# Your objective
Once the line containing "(assess.tolerance) every fitted" is found in the entries below, restate it and each following line word for word, stopping after the line containing "a summary-only run".

Records provided START

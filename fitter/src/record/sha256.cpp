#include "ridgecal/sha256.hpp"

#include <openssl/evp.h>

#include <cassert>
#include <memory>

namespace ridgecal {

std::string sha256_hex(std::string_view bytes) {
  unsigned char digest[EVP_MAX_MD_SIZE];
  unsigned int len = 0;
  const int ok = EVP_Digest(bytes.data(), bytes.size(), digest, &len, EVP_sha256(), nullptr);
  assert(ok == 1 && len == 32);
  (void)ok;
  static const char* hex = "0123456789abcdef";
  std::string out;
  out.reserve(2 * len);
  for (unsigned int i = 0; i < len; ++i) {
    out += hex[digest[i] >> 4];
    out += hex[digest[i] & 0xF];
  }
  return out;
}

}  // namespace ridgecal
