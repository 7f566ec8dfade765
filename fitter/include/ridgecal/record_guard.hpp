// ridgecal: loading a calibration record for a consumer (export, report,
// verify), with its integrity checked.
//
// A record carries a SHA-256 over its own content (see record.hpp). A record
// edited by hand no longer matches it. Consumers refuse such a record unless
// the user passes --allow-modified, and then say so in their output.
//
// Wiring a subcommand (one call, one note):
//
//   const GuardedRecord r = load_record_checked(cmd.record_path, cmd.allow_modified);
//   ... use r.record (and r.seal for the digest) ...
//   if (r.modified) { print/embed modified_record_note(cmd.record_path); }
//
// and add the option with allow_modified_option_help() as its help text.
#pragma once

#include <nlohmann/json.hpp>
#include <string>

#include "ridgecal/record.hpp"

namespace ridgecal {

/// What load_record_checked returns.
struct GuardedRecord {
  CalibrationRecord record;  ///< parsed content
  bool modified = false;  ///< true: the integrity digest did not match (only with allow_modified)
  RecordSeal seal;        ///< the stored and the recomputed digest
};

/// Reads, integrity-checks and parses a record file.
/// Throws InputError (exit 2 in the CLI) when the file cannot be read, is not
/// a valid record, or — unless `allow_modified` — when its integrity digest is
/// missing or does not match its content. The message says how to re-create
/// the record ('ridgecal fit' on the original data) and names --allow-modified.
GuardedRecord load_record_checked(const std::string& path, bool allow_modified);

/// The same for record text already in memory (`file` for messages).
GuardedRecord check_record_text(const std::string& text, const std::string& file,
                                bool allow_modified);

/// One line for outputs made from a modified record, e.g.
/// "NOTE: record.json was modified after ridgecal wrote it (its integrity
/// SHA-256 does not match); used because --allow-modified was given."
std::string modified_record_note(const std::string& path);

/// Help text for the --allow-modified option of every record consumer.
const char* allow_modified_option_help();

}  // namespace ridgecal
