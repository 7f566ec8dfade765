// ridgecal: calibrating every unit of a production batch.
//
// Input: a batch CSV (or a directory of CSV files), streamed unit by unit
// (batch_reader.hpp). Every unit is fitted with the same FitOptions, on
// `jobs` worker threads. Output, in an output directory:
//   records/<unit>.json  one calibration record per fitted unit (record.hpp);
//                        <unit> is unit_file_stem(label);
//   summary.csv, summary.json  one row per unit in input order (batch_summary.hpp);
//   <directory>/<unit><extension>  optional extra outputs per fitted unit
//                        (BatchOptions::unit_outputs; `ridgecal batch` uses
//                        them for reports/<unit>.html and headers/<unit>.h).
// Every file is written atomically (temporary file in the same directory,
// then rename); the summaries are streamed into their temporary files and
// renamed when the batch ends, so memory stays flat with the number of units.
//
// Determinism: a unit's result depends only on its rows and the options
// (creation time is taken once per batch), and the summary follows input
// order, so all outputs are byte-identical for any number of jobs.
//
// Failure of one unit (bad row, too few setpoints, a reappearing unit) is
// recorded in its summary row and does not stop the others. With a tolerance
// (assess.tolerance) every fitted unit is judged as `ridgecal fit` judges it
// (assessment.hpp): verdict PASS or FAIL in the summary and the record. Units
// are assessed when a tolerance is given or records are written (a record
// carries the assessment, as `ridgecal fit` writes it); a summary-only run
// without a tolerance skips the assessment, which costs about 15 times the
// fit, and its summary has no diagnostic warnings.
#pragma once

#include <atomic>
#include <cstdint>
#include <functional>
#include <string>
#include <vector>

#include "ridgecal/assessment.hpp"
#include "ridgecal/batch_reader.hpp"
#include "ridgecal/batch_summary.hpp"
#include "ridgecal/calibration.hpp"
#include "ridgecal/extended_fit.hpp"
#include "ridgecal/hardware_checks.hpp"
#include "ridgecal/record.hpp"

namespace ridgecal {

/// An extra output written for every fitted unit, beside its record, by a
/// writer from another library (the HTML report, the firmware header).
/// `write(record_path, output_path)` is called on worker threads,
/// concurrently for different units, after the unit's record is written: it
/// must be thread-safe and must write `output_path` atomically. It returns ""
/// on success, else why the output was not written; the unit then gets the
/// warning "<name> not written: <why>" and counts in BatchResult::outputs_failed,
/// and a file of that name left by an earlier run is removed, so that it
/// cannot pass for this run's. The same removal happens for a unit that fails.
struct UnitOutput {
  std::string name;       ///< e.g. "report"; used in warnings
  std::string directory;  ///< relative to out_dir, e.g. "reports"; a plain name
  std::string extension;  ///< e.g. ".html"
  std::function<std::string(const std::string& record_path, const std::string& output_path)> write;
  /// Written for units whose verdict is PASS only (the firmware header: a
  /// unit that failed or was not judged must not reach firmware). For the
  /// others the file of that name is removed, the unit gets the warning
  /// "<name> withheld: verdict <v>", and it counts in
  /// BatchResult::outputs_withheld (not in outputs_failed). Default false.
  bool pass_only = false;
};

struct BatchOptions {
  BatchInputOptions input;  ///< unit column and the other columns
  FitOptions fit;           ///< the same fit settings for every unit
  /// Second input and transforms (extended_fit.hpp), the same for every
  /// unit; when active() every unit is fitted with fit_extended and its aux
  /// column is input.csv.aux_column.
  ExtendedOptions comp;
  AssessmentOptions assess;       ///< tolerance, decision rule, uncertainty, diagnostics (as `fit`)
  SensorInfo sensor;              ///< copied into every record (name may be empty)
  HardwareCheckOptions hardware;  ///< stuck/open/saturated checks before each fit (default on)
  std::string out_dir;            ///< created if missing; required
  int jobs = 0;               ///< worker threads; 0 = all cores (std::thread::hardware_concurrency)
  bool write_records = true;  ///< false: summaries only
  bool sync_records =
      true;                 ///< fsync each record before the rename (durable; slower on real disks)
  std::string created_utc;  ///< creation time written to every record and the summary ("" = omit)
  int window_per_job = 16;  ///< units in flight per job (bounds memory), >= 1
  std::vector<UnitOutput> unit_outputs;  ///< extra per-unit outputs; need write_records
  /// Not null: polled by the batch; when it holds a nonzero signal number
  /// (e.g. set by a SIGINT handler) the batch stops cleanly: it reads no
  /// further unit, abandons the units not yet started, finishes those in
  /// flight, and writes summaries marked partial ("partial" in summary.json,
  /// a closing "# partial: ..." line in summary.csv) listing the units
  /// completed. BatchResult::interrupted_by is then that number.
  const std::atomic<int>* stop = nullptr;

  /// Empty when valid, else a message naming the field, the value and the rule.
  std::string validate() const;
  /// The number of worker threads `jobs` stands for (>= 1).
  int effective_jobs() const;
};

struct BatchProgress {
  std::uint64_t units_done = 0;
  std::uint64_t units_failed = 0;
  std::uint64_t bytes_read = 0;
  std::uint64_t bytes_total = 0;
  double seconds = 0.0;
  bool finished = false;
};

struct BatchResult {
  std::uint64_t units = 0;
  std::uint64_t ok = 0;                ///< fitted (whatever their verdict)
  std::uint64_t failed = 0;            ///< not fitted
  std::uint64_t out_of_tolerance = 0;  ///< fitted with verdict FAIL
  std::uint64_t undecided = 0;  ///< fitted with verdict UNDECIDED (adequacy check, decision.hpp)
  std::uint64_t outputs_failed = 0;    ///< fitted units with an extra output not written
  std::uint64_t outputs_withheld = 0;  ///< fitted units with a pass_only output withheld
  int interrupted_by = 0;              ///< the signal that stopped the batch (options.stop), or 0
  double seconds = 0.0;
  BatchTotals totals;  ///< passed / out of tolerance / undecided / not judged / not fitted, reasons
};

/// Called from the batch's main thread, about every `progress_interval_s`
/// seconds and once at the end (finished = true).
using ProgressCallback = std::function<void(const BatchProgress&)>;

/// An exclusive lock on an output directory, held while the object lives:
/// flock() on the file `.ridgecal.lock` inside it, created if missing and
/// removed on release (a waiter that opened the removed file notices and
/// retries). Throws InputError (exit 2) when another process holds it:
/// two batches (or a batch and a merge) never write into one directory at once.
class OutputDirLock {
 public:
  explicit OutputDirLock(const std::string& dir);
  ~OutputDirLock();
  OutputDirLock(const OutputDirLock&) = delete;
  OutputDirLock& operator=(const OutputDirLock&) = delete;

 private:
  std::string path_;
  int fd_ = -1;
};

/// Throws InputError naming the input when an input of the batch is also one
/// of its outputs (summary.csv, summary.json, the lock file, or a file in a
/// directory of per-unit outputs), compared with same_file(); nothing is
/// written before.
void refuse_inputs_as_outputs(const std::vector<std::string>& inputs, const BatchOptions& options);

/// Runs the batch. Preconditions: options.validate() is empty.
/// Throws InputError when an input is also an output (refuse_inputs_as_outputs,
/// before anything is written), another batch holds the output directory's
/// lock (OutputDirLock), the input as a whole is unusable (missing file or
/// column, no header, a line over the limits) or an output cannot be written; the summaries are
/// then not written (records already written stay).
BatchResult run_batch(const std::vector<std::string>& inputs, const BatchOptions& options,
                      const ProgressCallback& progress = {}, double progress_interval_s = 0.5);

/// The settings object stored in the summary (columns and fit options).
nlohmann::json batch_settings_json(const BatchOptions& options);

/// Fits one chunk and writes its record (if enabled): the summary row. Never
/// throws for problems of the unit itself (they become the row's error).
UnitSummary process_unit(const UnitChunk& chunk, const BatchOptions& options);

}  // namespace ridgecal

Records provided END
Records provided START

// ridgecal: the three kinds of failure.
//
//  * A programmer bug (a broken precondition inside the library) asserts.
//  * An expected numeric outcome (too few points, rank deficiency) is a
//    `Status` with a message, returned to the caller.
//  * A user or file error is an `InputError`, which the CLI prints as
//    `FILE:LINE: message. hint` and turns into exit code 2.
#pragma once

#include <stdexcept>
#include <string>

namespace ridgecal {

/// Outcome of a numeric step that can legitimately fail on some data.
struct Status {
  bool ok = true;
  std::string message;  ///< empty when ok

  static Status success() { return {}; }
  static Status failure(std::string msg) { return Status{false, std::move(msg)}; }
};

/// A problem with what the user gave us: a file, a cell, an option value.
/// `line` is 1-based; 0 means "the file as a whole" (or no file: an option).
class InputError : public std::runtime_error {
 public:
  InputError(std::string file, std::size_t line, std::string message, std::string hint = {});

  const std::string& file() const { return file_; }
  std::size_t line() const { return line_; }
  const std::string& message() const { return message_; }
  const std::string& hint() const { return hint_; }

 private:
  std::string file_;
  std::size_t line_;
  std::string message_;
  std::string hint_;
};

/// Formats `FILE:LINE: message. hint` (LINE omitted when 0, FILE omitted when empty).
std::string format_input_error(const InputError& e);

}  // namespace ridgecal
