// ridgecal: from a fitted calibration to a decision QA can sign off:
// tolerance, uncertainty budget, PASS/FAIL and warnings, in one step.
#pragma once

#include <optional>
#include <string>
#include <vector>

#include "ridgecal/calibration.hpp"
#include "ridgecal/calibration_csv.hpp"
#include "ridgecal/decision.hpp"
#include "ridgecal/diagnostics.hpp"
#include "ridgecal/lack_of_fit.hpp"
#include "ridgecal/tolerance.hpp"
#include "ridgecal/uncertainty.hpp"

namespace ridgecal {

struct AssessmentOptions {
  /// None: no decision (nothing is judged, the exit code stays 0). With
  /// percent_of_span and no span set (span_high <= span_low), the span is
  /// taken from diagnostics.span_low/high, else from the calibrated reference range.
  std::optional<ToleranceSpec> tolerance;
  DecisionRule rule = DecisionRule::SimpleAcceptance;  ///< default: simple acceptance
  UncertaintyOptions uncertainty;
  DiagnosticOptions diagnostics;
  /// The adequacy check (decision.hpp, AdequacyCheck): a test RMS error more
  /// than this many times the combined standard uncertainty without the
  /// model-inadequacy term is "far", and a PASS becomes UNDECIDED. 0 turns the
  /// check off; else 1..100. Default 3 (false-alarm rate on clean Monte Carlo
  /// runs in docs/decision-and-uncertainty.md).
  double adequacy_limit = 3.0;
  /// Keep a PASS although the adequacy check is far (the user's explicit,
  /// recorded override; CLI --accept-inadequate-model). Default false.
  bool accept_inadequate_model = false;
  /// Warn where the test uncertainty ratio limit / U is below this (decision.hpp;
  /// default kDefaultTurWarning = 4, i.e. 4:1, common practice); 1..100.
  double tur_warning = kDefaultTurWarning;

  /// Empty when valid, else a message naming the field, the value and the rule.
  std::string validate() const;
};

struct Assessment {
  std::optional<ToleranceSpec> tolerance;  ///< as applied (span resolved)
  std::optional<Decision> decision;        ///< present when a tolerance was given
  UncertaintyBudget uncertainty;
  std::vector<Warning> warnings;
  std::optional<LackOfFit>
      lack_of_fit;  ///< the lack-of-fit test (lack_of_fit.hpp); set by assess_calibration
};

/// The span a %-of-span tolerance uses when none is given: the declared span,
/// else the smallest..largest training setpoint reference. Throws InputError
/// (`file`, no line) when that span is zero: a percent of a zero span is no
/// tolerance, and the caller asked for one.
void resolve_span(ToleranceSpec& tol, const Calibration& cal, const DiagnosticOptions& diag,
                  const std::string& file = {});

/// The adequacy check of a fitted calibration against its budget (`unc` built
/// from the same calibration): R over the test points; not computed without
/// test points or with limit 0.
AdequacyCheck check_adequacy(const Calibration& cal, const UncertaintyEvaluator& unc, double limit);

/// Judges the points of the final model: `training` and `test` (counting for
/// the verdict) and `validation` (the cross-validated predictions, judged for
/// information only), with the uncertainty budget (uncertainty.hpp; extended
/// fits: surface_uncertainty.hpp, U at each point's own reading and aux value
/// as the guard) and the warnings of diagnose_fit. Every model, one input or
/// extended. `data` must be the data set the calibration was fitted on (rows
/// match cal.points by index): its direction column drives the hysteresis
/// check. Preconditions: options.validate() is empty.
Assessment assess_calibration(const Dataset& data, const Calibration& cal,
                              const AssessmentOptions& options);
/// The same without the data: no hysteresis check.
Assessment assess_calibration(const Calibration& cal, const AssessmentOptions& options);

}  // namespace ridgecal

Records provided END

# Answer to this exercise
// (assess.tolerance) every fitted unit is judged as `ridgecal fit` judges it
// (assessment.hpp): verdict PASS or FAIL in the summary and the record. Units
// are assessed when a tolerance is given or records are written (a record
// carries the assessment, as `ridgecal fit` writes it); a summary-only run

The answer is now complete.